▶ _The problem_
Your response should reproduce every line of the entries that contains the word "text".

--- Dataset entries ---

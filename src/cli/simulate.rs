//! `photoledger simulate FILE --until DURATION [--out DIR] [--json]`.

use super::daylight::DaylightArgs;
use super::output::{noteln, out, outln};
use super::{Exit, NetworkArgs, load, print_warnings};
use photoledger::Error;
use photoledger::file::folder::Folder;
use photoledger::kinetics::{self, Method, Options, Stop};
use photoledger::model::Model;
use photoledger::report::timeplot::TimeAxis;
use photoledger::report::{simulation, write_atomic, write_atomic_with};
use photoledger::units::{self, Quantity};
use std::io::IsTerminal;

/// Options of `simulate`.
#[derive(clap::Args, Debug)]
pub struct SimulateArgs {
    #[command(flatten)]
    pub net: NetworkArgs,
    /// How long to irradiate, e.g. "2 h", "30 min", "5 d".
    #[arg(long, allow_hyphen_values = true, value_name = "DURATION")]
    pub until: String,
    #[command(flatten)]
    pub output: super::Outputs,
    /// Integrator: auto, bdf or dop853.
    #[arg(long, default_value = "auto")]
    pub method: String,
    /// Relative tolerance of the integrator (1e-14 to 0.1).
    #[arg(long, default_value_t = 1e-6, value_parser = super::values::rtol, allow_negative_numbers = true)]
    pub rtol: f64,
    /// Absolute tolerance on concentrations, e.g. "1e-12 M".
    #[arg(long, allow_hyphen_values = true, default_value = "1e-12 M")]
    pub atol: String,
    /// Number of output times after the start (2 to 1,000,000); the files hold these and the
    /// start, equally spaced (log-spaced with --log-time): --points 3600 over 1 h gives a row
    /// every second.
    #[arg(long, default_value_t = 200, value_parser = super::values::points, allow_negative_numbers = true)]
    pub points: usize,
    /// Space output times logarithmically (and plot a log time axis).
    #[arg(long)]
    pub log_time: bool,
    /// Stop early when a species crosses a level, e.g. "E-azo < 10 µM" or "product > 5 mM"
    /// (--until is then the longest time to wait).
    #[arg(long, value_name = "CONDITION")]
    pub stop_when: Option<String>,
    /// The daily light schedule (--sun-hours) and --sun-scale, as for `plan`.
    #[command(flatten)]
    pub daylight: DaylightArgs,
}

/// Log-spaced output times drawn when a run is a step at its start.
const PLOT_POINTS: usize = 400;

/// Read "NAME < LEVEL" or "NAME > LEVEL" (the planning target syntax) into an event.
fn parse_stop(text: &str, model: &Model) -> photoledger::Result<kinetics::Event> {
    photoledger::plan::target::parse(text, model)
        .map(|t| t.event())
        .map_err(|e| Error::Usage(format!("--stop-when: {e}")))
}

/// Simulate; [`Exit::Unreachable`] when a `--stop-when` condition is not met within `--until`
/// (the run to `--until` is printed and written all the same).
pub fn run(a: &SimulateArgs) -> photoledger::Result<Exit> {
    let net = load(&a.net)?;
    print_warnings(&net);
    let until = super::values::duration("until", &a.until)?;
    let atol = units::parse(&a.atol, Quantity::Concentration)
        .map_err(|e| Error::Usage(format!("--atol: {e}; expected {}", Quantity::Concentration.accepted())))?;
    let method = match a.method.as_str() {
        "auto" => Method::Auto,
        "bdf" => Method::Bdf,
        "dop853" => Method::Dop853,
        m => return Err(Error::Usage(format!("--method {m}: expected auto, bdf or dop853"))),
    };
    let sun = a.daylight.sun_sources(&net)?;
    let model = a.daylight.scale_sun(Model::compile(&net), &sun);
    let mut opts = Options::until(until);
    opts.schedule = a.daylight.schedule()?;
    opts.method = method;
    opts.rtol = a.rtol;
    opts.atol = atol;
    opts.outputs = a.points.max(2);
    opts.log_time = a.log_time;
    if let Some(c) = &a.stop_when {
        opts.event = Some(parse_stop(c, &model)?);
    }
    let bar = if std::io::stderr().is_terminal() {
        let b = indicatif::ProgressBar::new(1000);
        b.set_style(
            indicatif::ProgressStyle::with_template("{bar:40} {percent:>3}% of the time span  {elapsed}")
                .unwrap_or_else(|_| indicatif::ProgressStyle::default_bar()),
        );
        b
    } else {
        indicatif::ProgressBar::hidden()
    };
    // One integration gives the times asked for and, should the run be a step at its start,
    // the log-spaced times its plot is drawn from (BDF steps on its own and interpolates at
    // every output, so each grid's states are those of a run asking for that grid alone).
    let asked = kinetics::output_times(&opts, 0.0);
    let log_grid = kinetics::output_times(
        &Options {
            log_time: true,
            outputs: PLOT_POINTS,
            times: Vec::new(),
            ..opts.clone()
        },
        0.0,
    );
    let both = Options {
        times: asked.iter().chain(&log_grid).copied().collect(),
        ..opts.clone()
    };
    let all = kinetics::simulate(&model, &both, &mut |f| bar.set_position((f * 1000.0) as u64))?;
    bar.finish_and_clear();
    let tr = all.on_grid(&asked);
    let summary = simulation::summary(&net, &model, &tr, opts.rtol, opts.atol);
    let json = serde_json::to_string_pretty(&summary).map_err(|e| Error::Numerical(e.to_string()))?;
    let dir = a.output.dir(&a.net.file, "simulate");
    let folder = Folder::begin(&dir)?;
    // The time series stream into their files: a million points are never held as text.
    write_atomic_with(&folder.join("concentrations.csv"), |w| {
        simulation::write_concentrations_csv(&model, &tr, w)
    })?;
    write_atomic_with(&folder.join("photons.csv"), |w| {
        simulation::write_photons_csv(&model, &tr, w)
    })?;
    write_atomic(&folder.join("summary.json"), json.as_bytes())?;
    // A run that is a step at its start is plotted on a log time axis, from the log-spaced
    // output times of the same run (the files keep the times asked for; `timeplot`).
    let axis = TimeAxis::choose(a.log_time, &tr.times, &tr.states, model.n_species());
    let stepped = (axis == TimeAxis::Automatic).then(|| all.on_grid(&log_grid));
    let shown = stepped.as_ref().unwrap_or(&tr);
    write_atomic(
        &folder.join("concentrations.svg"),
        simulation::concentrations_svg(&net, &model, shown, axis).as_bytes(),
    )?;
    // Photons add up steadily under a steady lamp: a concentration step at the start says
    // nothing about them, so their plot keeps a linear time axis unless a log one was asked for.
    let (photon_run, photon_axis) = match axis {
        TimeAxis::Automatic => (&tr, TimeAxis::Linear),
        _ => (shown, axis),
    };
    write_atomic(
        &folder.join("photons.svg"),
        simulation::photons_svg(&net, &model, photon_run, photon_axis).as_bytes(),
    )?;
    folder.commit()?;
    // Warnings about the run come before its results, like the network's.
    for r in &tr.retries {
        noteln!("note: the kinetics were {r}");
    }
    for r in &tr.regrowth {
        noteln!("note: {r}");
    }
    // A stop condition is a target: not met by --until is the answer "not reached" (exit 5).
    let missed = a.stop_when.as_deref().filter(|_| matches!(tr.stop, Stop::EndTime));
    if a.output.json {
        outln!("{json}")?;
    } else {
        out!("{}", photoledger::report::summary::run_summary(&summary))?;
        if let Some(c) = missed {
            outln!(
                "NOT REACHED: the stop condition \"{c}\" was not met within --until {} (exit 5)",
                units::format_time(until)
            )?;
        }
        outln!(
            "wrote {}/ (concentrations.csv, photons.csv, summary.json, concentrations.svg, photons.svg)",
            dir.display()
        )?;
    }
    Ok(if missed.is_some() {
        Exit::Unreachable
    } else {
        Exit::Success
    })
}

---

▶ _Reply_
fn parse_stop(text: &str, model: &Model) -> photoledger::Result<kinetics::Event> {
    photoledger::plan::target::parse(text, model)
    // The time series stream into their files: a million points are never held as text.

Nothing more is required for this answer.